The pharmacological effects of trametinib
Trametinib (Trametinib) is a highly selective MEK1 and MEK2 kinase inhibitor, MEK It is the upstream kinase of extracellular signal-regulated kinase (ERK) and plays a key role in the RAS-RAF-MEK-ERK signaling pathway. This signaling pathway is abnormally activated in a variety of tumors and is closely related to malignant behaviors such as proliferation, invasion, and metastasis of tumor cells.

Specifically, when growth factors bind to receptors on the cell membrane, they activate the RAS protein, which in turn activates the RAF kinase. RAFkinase then phosphorylates and activates MEK, which further phosphorylates and activates ERK. Activated ERK will enter the cell nucleus and regulate the activity of multiple transcription factors, thereby affecting cell growth, differentiation and survival.
However, in a variety of tumors, this signaling pathway is abnormally activated, leading to unlimited cell proliferation and malignant transformation. The function of trametinib is to inhibit the activity of MEK, thus blocking this signaling pathway. By inhibiting MEK, trametinib can prevent the activation of ERK, thereby inhibiting the proliferation and survival of tumor cells. In addition, trametinib may also exert anti-tumor effects by inhibiting angiogenesis and inducing tumor cell apoptosis.

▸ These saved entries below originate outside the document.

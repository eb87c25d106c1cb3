//! Spatial flights with excess speed allowed at either end, grown out of the flights without.
//!
//! Every flight without excess is followed while the allowance grows, so both branches of a rendezvous are; which of
//! them is the faster may change on the way.

use nalgebra::{Const, DimMin};
use numerics::arclength::{self, Ended, Stride};
use numerics::continuation::{Pace, follow};
use numerics::newton::{Goal, Solved, newton};

use super::ends::coasting_rate;
use super::excess_rows::{Granting, launched};
use super::extremal::Extremal;
use super::polish::{Conditions, Exactness, Flight, Kind};
use super::prove::{Flown, prove_granted};
use super::rendezvous::same;
use crate::certificate::Verdict;
use crate::excess::{Allowance, pieces};

/// Tolerance of integrations and residual to reach on the way.
const CARRY: (f64, f64) = (1e-9, 1e-7);

/// Tolerance of integrations along the quick way.
const QUICK: f64 = 1e-8;

/// What the polish's residuals must reach.
const RESIDUAL: f64 = 1e-10;

/// Along the curve from the start: 5 to 20 Jacobians as a rule.
const STRIDE: Stride =
    Stride { first: 0.1, largest: 0.5, smallest: 1e-4, accept: 1e-3, wanted_correction: 0.01, budget: 120 };

/// Natural steps, which cross the kink where the primer reaches zero better than a curve's tangent does.
const PACE: Pace = Pace { first: 0.1, largest: 0.5, smallest: 5e-3, easy_passes: 4 };

/// Restarted where natural steps got stuck.
const CAREFUL: Stride = Stride { first: 3e-3, largest: 0.3, smallest: 1e-7, budget: 400, ..STRIDE };

/// Proven flights with up to `allowance` of excess speed, fastest first, grown out of `plain` flights of the same kind
/// and conditions without any.
///
/// Their costates hold the guide of [`crate::excess`] in the place of the primer: only this module continues them. Without
/// an allowance they are `plain` itself. Measured over 108 dates (Mars, Venus, Mercury; 0.5, 1, 2 mm/s^2; 1, 3, 5 km/s at
/// departure, 2, 5 at arrival, 3 at both): all 1296 branches of the flights without excess lead to a proven one.
pub fn granted(
    kind: Kind,
    conditions: &Conditions<'_>,
    allowance: &Allowance,
    plain: Vec<Flown>,
) -> Vec<Flown> {
    if !allowance.is_some() {
        return plain;
    }
    let mut found: Vec<Flown> = Vec::new();
    for flown in plain {
        let flight = flown.flight;
        let new = match kind {
            Kind::Meeting => by_way::<7, 8>(kind, conditions, allowance, flight),
            Kind::OpenArrival => by_way::<8, 9>(kind, conditions, allowance, flight),
            Kind::OpenEnds => by_way::<9, 10>(kind, conditions, allowance, flight),
        };
        found.extend(new.filter(|new| found.iter().all(|known| !same(&known.flight, &new.flight))));
    }
    found.sort_by(|a, b| a.flight.time.total_cmp(&b.flight.time));
    found
}

/// Rate of the arrival instant with the departure instant of a rendezvous,
/// (l_r . w + p . a_sail)/lambda_0 at departure, w the excess velocity and lambda_0 what the flight gains by arriving a
/// moment later.
///
/// Without departure excess it is never negative (a sail may wait edge-on); with it, leaving later may arrive earlier.
pub fn arrival_slope(conditions: &Conditions<'_>, allowance: &Allowance, flown: &Flown) -> Option<f64> {
    let body = (conditions.from)(flown.flight.departure)?;
    let y = launched(body, flown.flight.costate.into(), allowance.departure);
    let extremal = Extremal { lightness: conditions.lightness };
    let gained = extremal.hamiltonian(&y) - (0..6).map(|i| y[6 + i] * coasting_rate(&body)[i]).sum::<f64>();
    Some(gained / flown.evidence.hamiltonian_at_arrival)
}

/// Grows both allowances together, and where that does not end in a minimum one after the other.
fn by_way<const N: usize, const M: usize>(
    kind: Kind,
    conditions: &Conditions<'_>,
    allowance: &Allowance,
    plain: Flight,
) -> Option<Flown>
where
    Const<N>: DimMin<Const<N>, Output = Const<N>>,
    Const<M>: DimMin<Const<M>, Output = Const<M>>,
{
    const NONE: Allowance = Allowance::NONE;
    let both = *allowance;
    let at = Granting::<N> { kind, conditions, from: both, to: both, share: 1.0, tolerance: CARRY.0 };
    let leg = |start: Flight, from: Allowance, to: Allowance| {
        pieces([from, to])
            .try_fold(start, |at_from, [from, to]| grown::<N, M>(&Granting { from, to, ..at }, at_from))
    };
    let minimum = |x: &Flown| x.evidence.verdict() == Verdict::Converged;
    let in_turn = |first: Allowance| {
        if first == NONE || first == both {
            return None;
        }
        let end = leg(leg(plain, NONE, first)?, first, both)?;
        answered(&at, end).filter(minimum)
    };
    let together = leg(plain, NONE, both).and_then(|end| answered(&at, end));
    if together.as_ref().is_some_and(minimum) {
        return together;
    }
    in_turn(Allowance { departure: 0.0, ..both })
        .or_else(|| in_turn(Allowance { arrival: 0.0, ..both }))
        .or(together)
}

fn refine<const N: usize>(
    at: &Granting<'_, N>,
    start: Flight,
    residual: f64,
    passes: usize,
) -> Option<Solved<Flight>>
where
    Const<N>: DimMin<Const<N>, Output = Const<N>>,
{
    newton(at, start, &Goal { residual, passes })
}

/// Whether `next` may be the same family of flights as `now`, a step apart.
fn near(now: &Flight, next: &Flight) -> bool {
    (now.costate - next.costate).norm() < 0.4 && (next.time / now.time).ln().abs() < 0.3
}

fn ahead(before: &Flight, now: &Flight, ratio: f64) -> Flight {
    let on = |from: f64, to: f64| (to - from) * ratio;
    now.moved(
        (now.costate - before.costate) * ratio,
        on(before.departure, now.departure),
        on(before.time, now.time),
        on(before.arrival, now.arrival),
    )
}

/// Follows a flight along a leg of allowances; the sign of the Hamiltonian is not looked at.
fn grown<const N: usize, const M: usize>(leg: &Granting<'_, N>, start: Flight) -> Option<Flight>
where
    Const<N>: DimMin<Const<N>, Output = Const<N>>,
    Const<M>: DimMin<Const<M>, Output = Const<M>>,
{
    let along = |leg: &Granting<'_, N>, start: (Flight, f64), stride: &Stride| {
        let goal = arclength::Goal { parameter: 1.0, sign: 1.0 };
        let followed = arclength::follow::<N, M, _>(leg, start, &goal, stride, &mut |_| true);
        (followed.ended == Ended::Reached).then_some(followed.point.0)
    };
    let landed = |flight: Flight| refine(leg, flight, CARRY.1, 12).filter(|x| x.converged).map(|x| x.point);
    let quick = along(&Granting { tolerance: QUICK, ..*leg }, (start, 0.0), &STRIDE).and_then(landed);
    if quick.is_some() {
        return quick;
    }
    let held = |guess: Flight, solved: Solved<Flight>| {
        (solved.converged && near(&guess, &solved.point)).then_some((solved.point, solved.passes))
    };
    let solve =
        |share: f64, guess: Flight| held(guess, refine(&Granting { share, ..*leg }, guess, CARRY.1, 8)?);
    let stuck = match follow(start, &PACE, solve, ahead) {
        Ok(flight) => return Some(flight),
        Err(stuck) => stuck,
    };
    // Where only a part will be used from here on, the rest of the way is one step.
    let leap = refine(leg, stuck.point, CARRY.1, 12).and_then(|solved| held(stuck.point, solved));
    leap.map(|(flight, _)| flight)
        .or_else(|| along(leg, (stuck.point, stuck.parameter), &CAREFUL).and_then(landed))
        .or_else(|| along(leg, (start, 0.0), &Stride { wanted_correction: 2e-3, ..CAREFUL }).and_then(landed))
}

/// Polishes a grown flight and proves it, with the utmost exactness where the usual one does not suffice.
fn answered<const N: usize>(at: &Granting<'_, N>, grown: Flight) -> Option<Flown>
where
    Const<N>: DimMin<Const<N>, Output = Const<N>>,
{
    let with = |flight: Flight, exactness: Exactness| {
        let polishing = Granting { tolerance: exactness.polish, ..*at };
        let polished = refine(&polishing, flight, RESIDUAL, 8)?.point;
        prove_granted(at.conditions, &polished, &at.to, exactness.prove)
    };
    let usual = with(grown, Exactness::USUAL)?;
    if usual.evidence.verdict() == Verdict::Converged || usual.evidence.hamiltonian_at_arrival <= 0.0 {
        return Some(usual);
    }
    let utmost = with(usual.flight, Exactness::UTMOST);
    Some(utmost.filter(|x| x.evidence.verdict() == Verdict::Converged).unwrap_or(usual))
}

#[cfg(test)]
#[path = "excess_tests.rs"]
mod tests;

Therefore, trametinib is a targeted therapeutic drug targeting the RAS-RAF-MEK-ERK signaling pathway and can be used to treat malignant tumors such as melanoma and non-small cell lung cancer carrying BRAF V600E or V600K mutations. By inhibiting the proliferation and survival of tumor cells, trametinib can prolong patient survival and improve quality of life.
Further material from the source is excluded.